• Work required: Please give again, word for word, the lines that lie between the start of the listing below and the line with "const CUSTOM_MAPPING: &str", both included.

• Recorded data:

************

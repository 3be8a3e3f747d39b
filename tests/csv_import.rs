//! CSV import of storeroom inventories (src/store/csv_import.rs): the fixtures in
//! tests/fixtures/csv/, custom column mappings, rows that cannot be read, locations of one
//! to six levels (one column or several joined), and the demo inventory
//! data/demo/storeroom-c.csv audited end to end.

use offgas::catalog::Catalog;
use offgas::store::csv_import::*;
use offgas::store::{Contents, Inventory, StoredContainer};

const GOOD: &str = include_str!("fixtures/csv/storeroom.csv");
const CUSTOM: &str = include_str!("fixtures/csv/storeroom-custom.csv");
const CUSTOM_MAPPING: &str = include_str!("fixtures/csv/storeroom-custom.mapping.yaml");
const BAD: &str = include_str!("fixtures/csv/storeroom-bad.csv");
const CUSTOM_SPEC: &str = "id=Bottle ID, substance=Chemical, amount=Qty, unit=Unit, \
                           size=Container, location=Location, volume=Liquid volume";

fn cat() -> Catalog {
    offgas::embedded::catalog().expect("embedded catalog loads")
}

fn read(text: &str, mapping: &ColumnMapping) -> Inventory {
    let (inv, skipped) = import(&cat(), "store.csv", text, mapping, false)
        .unwrap_or_else(|e| panic!("import failed: {e:#?}"));
    assert!(
        skipped.is_empty(),
        "nothing skipped without skip_bad_rows: {skipped:?}"
    );
    inv
}

fn errors(text: &str, mapping: &ColumnMapping) -> Vec<offgas::pour::batch::InputError> {
    match import(&cat(), "store.csv", text, mapping, false) {
        Ok((inv, _)) => panic!("expected errors, got {} containers", inv.containers.len()),
        Err(e) => e,
    }
}

fn get<'a>(inv: &'a Inventory, id: &str) -> &'a StoredContainer {
    inv.containers
        .iter()
        .find(|c| c.id == id)
        .unwrap_or_else(|| panic!("no container `{id}`"))
}

fn dry_moles(c: &StoredContainer, cat: &Catalog, name: &str) -> f64 {
    match &c.contents {
        Contents::Dry { substance, moles } => {
            assert_eq!(cat.substance(*substance).name, name, "{}", c.id);
            *moles
        }
        other => panic!("{}: expected a dry container, got {other:?}", c.id),
    }
}

fn liquid_volume(c: &StoredContainer) -> f64 {
    match &c.contents {
        Contents::Liquid(b) => b.volume_l,
        other => panic!("{}: expected a liquid, got {other:?}", c.id),
    }
}

fn close(a: f64, b: f64) -> bool {
    (a - b).abs() <= 1e-9 * b.abs().max(1.0)
}

#[test]
fn good_file_reads_neat_solids_neat_liquids_and_a_solution() {
    let cat = cat();
    let inv = read(GOOD, &ColumnMapping::default());
    assert_eq!(inv.name, "store.csv");
    assert_eq!(inv.file, "store.csv");
    assert_eq!((inv.meet_depth, inv.cabinet_depth), (4, 3));
    assert!(inv.rooms.is_empty() && inv.locations.is_empty());
    let ids: Vec<&str> = inv.containers.iter().map(|c| c.id.as_str()).collect();
    assert_eq!(ids, ["S-001", "S-002", "L-001", "L-002", "L-003", "W-001"]);

    // Neat solids: amount + unit column, and a unit in the amount cell; found by name and formula.
    let s1 = get(&inv, "S-001");
    assert!(close(
        dry_moles(s1, &cat, "sodium chloride"),
        500.0 / 58.443
    ));
    assert_eq!(s1.path, ["Main", "Room 101", "Cabinet A", "Tray 1"]);
    assert_eq!(s1.size_l, 1.0);
    assert_eq!(s1.line, Some(2));
    let s2 = get(&inv, "S-002");
    assert!(close(dry_moles(s2, &cat, "sodium cyanide"), 250.0 / 49.007));
    assert_eq!(s2.size_l, 0.5);

    // Neat liquids: by name, by CAS number, and a quoted name holding a comma.
    assert!(close(liquid_volume(get(&inv, "L-001")), 2.5));
    let l2 = get(&inv, "L-002");
    assert!(close(liquid_volume(l2), 1.0));
    let Contents::Liquid(b) = &l2.contents else {
        unreachable!()
    };
    assert_eq!(cat.substance(b.components[0].substance).name, "methanol");
    let l3 = get(&inv, "L-003");
    assert!(close(liquid_volume(l3), 2.5));
    assert_eq!(l3.line, Some(6));

    // The solution: two rows, one container; the second row's empty cells mean "as above".
    let w = get(&inv, "W-001");
    assert_eq!(w.line, Some(7));
    assert_eq!(w.size_l, 10.0);
    assert_eq!(w.path, ["Main", "Room 102", "Cabinet C", "Tray 1"]);
    let Contents::Liquid(b) = &w.contents else {
        panic!("W-001 is a solution")
    };
    assert!(close(b.volume_l, 8.0));
    let parts: Vec<(&str, f64, Option<usize>)> = b
        .components
        .iter()
        .map(|c| (cat.substance(c.substance).name.as_str(), c.moles, c.line))
        .collect();
    assert_eq!(parts.len(), 2);
    assert_eq!((parts[0].0, parts[0].2), ("sodium hydroxide", Some(7)));
    assert!(close(parts[0].1, 20.0 * 8.0 / 39.997));
    assert_eq!((parts[1].0, parts[1].2), ("sodium chloride", Some(8)));
    assert!(close(parts[1].1, 5.0 * 8.0 / 58.443));
}

#[test]
fn custom_headers_by_spec_and_by_yaml_give_the_same_inventory() {
    let by_spec = parse_mapping(CUSTOM_SPEC).expect("spec parses");
    let by_yaml = mapping_from_yaml(CUSTOM_MAPPING).expect("yaml parses");
    assert_eq!(by_spec, by_yaml);
    assert_eq!(by_spec.id, "Bottle ID");
    assert_eq!(by_spec.unit.as_deref(), Some("Unit"));
    assert_eq!(by_spec.volume.as_deref(), Some("Liquid volume"));

    let cat = cat();
    let a = read(CUSTOM, &by_spec);
    let b = read(CUSTOM, &by_yaml);
    assert_eq!(a, b);
    let ids: Vec<&str> = a.containers.iter().map(|c| c.id.as_str()).collect();
    assert_eq!(ids, ["B-17", "B-18", "B-19"]);
    assert!(close(
        dry_moles(get(&a, "B-17"), &cat, "sodium chloride"),
        500.0 / 58.443
    ));
    assert!(close(liquid_volume(get(&a, "B-18")), 0.5));
    let b19 = get(&a, "B-19");
    assert_eq!(b19.path, ["North Wing", "Lab 2", "Base Cabinet", "Tray 1"]);
    let Contents::Liquid(batch) = &b19.contents else {
        panic!("B-19 is a solution")
    };
    assert_eq!(batch.components.len(), 2);
    assert!(close(batch.components[0].moles, 0.1 * 4.0));

    // The default mapping does not fit these headers.
    let e = errors(CUSTOM, &ColumnMapping::default());
    assert_eq!(e.len(), 1);
    assert!(
        e[0].message.contains("`id`") && e[0].message.contains("`Bottle ID`"),
        "{}",
        e[0]
    );
}

#[test]
fn bad_rows_are_refused_with_their_row_numbers() {
    let e = errors(BAD, &ColumnMapping::default());
    let rows: Vec<Option<usize>> = e.iter().map(|e| e.line).collect();
    // Row 7 is a good row of the solution W-001, whose row 8 is bad: not an error itself.
    // Row 5 (`Main / Room 101 / Cabinet A`, three levels) reads: Cabinet A is its spill zone.
    assert_eq!(rows, [Some(3), Some(4), Some(6), Some(8)], "{e:#?}");
    for err in &e {
        assert_eq!(err.file, "store.csv");
        let row = err.line.unwrap();
        assert!(err.message.starts_with(&format!("row {row}: ")), "{err}");
    }
    let text = |row: usize| e.iter().find(|e| e.line == Some(row)).unwrap();
    assert!(
        text(3)
            .message
            .contains("unknown substance `sodium chlorid`"),
        "{}",
        text(3)
    );
    assert!(
        text(3)
            .fix
            .as_deref()
            .unwrap_or("")
            .contains("sodium chloride"),
        "{}",
        text(3)
    );
    assert!(text(4).message.contains("furlongs"), "{}", text(4));
    assert!(text(6).message.contains("no container id"), "{}", text(6));
    assert!(
        text(8).message.contains("W-001") && text(8).message.contains("unobtainium"),
        "{}",
        text(8)
    );
    // Display names the file and the row.
    assert!(
        text(4)
            .to_string()
            .starts_with("store.csv:4: row 4: container `S-003`"),
        "{}",
        text(4)
    );
    // The refusal counts rows, singular or plural.
    let m = refusal_message("store.csv", &e);
    assert!(m.starts_with("4 rows of store.csv cannot be read"), "{m}");
    assert!(m.contains("lists them"), "{m}");
    let m = refusal_message("store.csv", &e[..1]);
    assert!(m.starts_with("1 row of store.csv cannot be read"), "{m}");
    assert!(m.contains("lists it"), "{m}");
}

#[test]
fn bad_rows_are_skipped_only_when_asked() {
    let (inv, skipped) =
        import(&cat(), "store.csv", BAD, &ColumnMapping::default(), true).expect("skipping");
    let ids: Vec<&str> = inv.containers.iter().map(|c| c.id.as_str()).collect();
    assert_eq!(ids, ["S-001", "S-004", "L-001"]);
    let listed: Vec<(usize, Option<&str>)> =
        skipped.iter().map(|s| (s.row, s.id.as_deref())).collect();
    assert_eq!(
        listed,
        [
            (3, Some("S-002")),
            (4, Some("S-003")),
            (6, None),
            (7, Some("W-001")),
            (8, Some("W-001")),
        ]
    );
    assert!(
        skipped[0].message.contains("fix: did you mean"),
        "{}",
        skipped[0].message
    );
    assert!(
        skipped[3].message.contains("row 8"),
        "{}",
        skipped[3].message
    );
    let json = serde_json::to_value(&skipped[2]).unwrap();
    assert_eq!(json["row"], 6);
    assert!(json["id"].is_null());
    assert!(json["message"]
        .as_str()
        .unwrap()
        .contains("no container id"));
}

#[test]
fn missing_header_columns_are_named_with_the_headers_that_exist() {
    let text = "id,chemical,amount,size,place\nA,sodium chloride,5 g,1 L,a/b/c/d\n";
    for skip in [false, true] {
        let e = import(&cat(), "store.csv", text, &ColumnMapping::default(), skip).unwrap_err();
        assert_eq!(e.len(), 1);
        let m = &e[0].message;
        assert!(m.contains("`substance`") && m.contains("`location`"), "{m}");
        assert!(!m.contains("`unit`") && !m.contains("`volume`"), "{m}");
        assert!(m.contains("`chemical`") && m.contains("`place`"), "{m}");
        assert!(e[0].fix.is_some());
    }
    // A mapping that names an optional column requires it.
    let m =
        parse_mapping("id=id,substance=chemical,amount=amount,unit=Unit,size=size,location=place")
            .unwrap();
    let e = errors(text, &m);
    assert!(e[0].message.contains("`Unit`"), "{}", e[0]);
    // Without it the file reads, headers matched regardless of case.
    let m =
        parse_mapping("id=ID,substance=Chemical,amount=Amount,size=Size,location=Place").unwrap();
    assert_eq!(read(text, &m).containers.len(), 1);
    // An empty file has no header.
    assert!(errors("", &ColumnMapping::default())[0]
        .message
        .contains("no header"));
}

#[test]
fn mapping_mistakes_are_named() {
    let e = parse_mapping("id=Bottle ID,substance=Chemical").unwrap_err();
    assert!(e.contains("amount, size, location"), "{e}");
    let e = parse_mapping("id=A,substance=B,amount=C,size=D,location=E,colour=F").unwrap_err();
    assert!(e.contains("`colour` is not a field"), "{e}");
    let e = parse_mapping("id=A,id=B,substance=B,amount=C,size=D,location=E").unwrap_err();
    assert!(e.contains("`id` is given twice"), "{e}");
    let e = parse_mapping("id=A,substance,amount=C").unwrap_err();
    assert!(e.contains("`substance` is not `field=Header`"), "{e}");
    let e = mapping_from_yaml("columns: { id: A, substance: B }").unwrap_err();
    assert!(e.contains("amount, size, location"), "{e}");
    assert!(mapping_from_yaml("colums: { id: A }").is_err());
    let d = ColumnMapping::default();
    assert_eq!(d.location, ["location"]);
    assert_eq!(
        [d.id, d.substance, d.amount, d.size],
        ["id", "substance", "amount", "size"]
    );
    assert_eq!(
        (d.unit.as_deref(), d.volume.as_deref()),
        (Some("unit"), Some("volume"))
    );
}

************

• Exercise solution:
repository 3be8a3e3f747d39b
filename tests/csv_import.rs
//! CSV import of storeroom inventories (src/store/csv_import.rs): the fixtures in
//! tests/fixtures/csv/, custom column mappings, rows that cannot be read, locations of one
//! to six levels (one column or several joined), and the demo inventory
//! data/demo/storeroom-c.csv audited end to end.

use offgas::catalog::Catalog;
use offgas::store::csv_import::*;
use offgas::store::{Contents, Inventory, StoredContainer};

const GOOD: &str = include_str!("fixtures/csv/storeroom.csv");
const CUSTOM: &str = include_str!("fixtures/csv/storeroom-custom.csv");
const CUSTOM_MAPPING: &str = include_str!("fixtures/csv/storeroom-custom.mapping.yaml");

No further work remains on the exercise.